## Task description
Whenever a line in the data contains "again", show that line.

Dataset entries:
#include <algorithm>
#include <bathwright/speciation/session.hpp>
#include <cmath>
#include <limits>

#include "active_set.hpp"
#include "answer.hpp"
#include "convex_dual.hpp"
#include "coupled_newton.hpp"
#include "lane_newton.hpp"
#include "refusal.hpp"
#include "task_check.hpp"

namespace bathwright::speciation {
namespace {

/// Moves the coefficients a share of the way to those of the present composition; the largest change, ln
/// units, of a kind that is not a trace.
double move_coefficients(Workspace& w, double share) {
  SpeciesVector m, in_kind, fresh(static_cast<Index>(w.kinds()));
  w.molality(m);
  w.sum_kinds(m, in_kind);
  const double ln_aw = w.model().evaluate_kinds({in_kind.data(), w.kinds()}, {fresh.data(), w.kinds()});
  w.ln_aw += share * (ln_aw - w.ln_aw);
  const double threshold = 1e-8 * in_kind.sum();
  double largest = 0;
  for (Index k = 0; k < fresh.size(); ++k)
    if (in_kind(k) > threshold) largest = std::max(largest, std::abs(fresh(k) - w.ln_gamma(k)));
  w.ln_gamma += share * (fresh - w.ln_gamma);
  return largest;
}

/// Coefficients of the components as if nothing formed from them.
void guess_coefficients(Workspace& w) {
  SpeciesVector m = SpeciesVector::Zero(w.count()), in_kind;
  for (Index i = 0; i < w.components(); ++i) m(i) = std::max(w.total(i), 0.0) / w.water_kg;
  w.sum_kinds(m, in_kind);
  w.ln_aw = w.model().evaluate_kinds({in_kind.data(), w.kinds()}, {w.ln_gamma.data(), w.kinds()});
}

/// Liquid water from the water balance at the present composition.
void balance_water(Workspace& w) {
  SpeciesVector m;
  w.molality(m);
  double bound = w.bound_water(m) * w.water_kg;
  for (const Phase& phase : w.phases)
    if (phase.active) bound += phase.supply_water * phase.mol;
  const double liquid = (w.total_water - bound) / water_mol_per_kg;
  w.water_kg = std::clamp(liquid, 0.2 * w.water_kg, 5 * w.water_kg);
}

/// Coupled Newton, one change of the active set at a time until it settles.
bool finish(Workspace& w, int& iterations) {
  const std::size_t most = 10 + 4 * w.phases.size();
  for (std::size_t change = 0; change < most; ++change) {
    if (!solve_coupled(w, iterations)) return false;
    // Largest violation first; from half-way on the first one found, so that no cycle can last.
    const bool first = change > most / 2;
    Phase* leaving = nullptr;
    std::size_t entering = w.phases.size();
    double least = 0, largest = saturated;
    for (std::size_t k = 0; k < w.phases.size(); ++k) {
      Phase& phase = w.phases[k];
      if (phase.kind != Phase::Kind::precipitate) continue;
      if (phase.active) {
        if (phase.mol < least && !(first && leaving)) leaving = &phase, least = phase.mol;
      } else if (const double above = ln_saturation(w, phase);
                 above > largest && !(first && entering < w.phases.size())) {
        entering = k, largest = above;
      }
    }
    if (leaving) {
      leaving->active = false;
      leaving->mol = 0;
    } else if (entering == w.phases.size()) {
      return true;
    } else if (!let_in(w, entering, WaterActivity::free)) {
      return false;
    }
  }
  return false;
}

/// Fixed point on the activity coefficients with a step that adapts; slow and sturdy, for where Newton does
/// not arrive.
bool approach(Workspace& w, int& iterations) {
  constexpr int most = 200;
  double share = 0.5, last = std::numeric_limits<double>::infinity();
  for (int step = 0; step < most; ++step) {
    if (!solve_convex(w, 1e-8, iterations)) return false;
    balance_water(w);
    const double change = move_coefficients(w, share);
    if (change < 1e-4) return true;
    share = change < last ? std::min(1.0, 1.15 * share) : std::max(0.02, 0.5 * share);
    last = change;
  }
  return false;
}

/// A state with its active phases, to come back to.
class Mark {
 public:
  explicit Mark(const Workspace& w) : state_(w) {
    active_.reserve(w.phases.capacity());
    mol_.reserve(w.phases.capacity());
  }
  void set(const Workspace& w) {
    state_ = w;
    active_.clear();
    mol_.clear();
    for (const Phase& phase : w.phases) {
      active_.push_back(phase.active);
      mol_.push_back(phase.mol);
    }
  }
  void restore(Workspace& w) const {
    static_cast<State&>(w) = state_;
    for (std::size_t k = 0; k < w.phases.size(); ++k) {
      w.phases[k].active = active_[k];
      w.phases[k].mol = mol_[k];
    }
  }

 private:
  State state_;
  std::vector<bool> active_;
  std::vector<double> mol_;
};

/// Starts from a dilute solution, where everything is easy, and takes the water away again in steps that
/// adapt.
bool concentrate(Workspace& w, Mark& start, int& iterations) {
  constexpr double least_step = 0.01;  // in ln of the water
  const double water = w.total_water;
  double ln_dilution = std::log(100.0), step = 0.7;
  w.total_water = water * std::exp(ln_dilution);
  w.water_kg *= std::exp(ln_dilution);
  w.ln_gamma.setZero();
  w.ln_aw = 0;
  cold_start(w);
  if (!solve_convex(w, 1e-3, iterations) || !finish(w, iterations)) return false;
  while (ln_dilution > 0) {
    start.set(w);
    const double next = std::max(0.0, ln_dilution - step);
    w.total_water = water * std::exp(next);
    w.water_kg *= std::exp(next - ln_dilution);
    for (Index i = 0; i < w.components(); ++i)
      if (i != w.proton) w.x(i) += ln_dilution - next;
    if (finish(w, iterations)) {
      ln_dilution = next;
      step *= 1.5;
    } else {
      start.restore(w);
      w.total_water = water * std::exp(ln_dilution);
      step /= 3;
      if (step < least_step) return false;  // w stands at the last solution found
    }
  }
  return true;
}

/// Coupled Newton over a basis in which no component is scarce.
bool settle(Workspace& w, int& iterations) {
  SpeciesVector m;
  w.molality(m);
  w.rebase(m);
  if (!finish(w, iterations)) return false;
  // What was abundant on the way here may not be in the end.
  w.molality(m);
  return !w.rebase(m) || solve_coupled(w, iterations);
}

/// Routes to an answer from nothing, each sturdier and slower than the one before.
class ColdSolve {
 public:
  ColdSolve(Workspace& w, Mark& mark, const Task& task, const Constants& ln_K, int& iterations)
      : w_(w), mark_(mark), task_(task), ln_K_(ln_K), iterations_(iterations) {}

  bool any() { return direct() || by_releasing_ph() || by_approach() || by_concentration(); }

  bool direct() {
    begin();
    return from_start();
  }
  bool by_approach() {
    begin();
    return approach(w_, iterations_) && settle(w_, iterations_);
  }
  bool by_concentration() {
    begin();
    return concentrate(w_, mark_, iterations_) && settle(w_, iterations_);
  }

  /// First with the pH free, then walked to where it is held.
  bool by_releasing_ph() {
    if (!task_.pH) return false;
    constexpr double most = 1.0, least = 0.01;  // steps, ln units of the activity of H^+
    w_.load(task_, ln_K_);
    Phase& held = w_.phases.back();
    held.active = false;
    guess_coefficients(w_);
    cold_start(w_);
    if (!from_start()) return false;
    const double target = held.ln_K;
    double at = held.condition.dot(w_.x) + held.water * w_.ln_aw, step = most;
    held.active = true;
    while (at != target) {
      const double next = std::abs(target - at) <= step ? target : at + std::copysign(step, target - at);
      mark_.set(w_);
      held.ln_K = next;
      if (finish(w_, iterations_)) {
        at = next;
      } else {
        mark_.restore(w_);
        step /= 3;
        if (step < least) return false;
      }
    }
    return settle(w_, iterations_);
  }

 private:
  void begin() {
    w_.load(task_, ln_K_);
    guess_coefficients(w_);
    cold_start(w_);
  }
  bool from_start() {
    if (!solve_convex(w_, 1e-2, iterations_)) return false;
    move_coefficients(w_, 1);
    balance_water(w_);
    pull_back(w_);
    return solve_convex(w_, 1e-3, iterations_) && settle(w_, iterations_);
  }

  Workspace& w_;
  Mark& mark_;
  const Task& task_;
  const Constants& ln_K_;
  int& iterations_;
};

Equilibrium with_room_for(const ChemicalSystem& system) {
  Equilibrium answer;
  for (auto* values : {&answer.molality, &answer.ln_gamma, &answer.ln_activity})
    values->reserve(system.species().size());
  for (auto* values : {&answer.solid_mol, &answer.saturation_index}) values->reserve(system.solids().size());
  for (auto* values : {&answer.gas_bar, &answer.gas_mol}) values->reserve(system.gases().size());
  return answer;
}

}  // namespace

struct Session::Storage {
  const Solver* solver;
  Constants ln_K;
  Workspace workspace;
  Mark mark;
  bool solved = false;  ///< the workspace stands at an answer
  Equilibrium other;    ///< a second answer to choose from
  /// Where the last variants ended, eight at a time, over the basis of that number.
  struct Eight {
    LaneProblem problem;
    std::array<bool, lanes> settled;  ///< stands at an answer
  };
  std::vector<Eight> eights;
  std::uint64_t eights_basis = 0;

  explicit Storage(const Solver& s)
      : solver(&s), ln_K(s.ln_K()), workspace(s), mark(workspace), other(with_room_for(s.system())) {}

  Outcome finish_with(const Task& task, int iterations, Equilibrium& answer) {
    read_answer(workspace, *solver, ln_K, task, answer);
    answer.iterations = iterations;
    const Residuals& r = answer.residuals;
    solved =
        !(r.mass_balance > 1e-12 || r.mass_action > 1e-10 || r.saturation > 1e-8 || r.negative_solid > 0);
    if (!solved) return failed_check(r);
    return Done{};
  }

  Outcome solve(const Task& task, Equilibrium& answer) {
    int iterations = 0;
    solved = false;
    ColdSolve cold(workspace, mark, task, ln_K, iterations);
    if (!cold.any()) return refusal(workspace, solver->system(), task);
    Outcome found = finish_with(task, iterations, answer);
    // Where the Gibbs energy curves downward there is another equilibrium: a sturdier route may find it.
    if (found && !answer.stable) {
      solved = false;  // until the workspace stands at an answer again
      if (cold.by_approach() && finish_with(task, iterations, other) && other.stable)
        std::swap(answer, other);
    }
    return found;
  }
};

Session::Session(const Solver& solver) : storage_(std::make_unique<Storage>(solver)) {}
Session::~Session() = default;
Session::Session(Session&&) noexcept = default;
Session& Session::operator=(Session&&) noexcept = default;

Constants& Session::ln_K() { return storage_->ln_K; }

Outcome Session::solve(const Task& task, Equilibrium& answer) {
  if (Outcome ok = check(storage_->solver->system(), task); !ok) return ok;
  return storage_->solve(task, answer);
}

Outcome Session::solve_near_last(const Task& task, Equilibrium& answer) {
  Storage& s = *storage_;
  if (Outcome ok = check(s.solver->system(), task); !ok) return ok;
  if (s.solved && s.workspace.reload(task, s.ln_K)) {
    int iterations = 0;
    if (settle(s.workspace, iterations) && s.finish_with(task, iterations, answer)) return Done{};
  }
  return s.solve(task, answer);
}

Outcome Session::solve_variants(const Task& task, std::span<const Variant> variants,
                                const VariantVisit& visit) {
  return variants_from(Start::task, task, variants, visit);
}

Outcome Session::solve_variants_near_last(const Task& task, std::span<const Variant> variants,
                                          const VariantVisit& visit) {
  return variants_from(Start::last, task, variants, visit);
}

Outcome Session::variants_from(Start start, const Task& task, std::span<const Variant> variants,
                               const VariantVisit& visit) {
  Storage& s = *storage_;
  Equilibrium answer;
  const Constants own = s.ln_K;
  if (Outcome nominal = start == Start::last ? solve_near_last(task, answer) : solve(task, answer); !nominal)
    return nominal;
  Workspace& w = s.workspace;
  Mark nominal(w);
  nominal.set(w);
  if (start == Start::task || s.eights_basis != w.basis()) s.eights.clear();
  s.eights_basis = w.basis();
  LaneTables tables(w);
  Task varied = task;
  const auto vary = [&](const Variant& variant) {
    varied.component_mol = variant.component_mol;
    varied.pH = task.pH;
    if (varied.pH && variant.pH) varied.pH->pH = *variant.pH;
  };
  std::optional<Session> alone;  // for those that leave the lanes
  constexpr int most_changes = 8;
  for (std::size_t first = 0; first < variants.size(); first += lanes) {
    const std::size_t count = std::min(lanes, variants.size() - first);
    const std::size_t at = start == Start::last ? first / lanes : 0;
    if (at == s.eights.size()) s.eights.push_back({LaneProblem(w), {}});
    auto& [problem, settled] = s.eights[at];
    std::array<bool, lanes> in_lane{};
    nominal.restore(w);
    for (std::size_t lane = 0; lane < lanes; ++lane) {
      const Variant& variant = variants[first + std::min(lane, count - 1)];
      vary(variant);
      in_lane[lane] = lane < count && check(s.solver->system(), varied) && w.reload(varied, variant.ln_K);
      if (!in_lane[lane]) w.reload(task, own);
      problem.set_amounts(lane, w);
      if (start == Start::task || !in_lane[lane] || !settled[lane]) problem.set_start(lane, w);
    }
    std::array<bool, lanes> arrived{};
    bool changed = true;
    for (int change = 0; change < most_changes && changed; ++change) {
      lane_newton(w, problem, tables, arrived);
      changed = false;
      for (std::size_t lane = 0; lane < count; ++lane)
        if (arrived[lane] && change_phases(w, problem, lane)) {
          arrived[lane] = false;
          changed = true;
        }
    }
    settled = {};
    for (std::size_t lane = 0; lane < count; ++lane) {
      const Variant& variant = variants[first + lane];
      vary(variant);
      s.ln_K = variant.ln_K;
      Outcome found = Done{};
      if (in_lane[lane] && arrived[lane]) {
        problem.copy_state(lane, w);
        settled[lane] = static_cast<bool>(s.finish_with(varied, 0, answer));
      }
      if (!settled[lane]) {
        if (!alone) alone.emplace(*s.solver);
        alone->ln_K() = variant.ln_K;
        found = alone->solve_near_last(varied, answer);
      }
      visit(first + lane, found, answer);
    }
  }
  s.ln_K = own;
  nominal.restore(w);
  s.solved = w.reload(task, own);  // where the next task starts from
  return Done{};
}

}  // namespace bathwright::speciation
...
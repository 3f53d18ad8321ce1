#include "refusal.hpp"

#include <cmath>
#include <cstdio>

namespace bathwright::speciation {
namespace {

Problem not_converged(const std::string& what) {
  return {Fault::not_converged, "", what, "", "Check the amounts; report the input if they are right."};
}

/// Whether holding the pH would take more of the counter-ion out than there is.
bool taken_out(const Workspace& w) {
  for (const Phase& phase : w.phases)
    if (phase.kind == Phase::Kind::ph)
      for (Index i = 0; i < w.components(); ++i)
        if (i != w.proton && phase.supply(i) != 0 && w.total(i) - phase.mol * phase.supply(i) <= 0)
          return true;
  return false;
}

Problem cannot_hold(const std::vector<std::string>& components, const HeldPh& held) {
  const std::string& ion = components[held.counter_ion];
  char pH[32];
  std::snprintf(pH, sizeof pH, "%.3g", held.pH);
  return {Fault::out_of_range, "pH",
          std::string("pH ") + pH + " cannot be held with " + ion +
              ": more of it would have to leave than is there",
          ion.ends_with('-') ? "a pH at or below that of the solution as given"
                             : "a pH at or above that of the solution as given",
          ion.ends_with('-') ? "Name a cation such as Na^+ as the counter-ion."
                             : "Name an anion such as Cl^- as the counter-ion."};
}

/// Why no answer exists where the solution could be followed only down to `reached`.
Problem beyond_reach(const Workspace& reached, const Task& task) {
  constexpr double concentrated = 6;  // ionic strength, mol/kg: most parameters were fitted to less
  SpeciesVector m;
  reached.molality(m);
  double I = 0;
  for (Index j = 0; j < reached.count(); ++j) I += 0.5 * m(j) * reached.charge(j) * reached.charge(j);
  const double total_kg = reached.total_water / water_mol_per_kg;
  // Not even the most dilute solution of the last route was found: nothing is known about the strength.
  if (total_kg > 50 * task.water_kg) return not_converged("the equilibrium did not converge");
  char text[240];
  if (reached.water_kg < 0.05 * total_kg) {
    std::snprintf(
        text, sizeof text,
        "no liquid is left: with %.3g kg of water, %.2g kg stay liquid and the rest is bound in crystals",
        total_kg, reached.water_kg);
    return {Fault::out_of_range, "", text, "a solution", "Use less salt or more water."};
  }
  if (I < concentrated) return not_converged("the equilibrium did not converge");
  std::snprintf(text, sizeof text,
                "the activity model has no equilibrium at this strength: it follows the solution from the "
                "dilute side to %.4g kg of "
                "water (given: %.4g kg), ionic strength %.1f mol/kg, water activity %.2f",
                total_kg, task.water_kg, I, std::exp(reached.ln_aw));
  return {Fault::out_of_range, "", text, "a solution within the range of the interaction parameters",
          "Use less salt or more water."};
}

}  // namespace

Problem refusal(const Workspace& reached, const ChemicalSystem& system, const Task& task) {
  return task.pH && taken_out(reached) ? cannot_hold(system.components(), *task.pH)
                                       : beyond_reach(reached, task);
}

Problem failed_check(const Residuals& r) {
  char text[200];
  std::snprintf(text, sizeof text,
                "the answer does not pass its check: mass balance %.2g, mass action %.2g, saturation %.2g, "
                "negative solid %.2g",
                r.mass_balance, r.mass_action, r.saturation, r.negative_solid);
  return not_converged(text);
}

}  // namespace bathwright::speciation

## Exercise result
/// Starts from a dilute solution, where everything is easy, and takes the water away again in steps that
      solved = false;  // until the workspace stands at an answer again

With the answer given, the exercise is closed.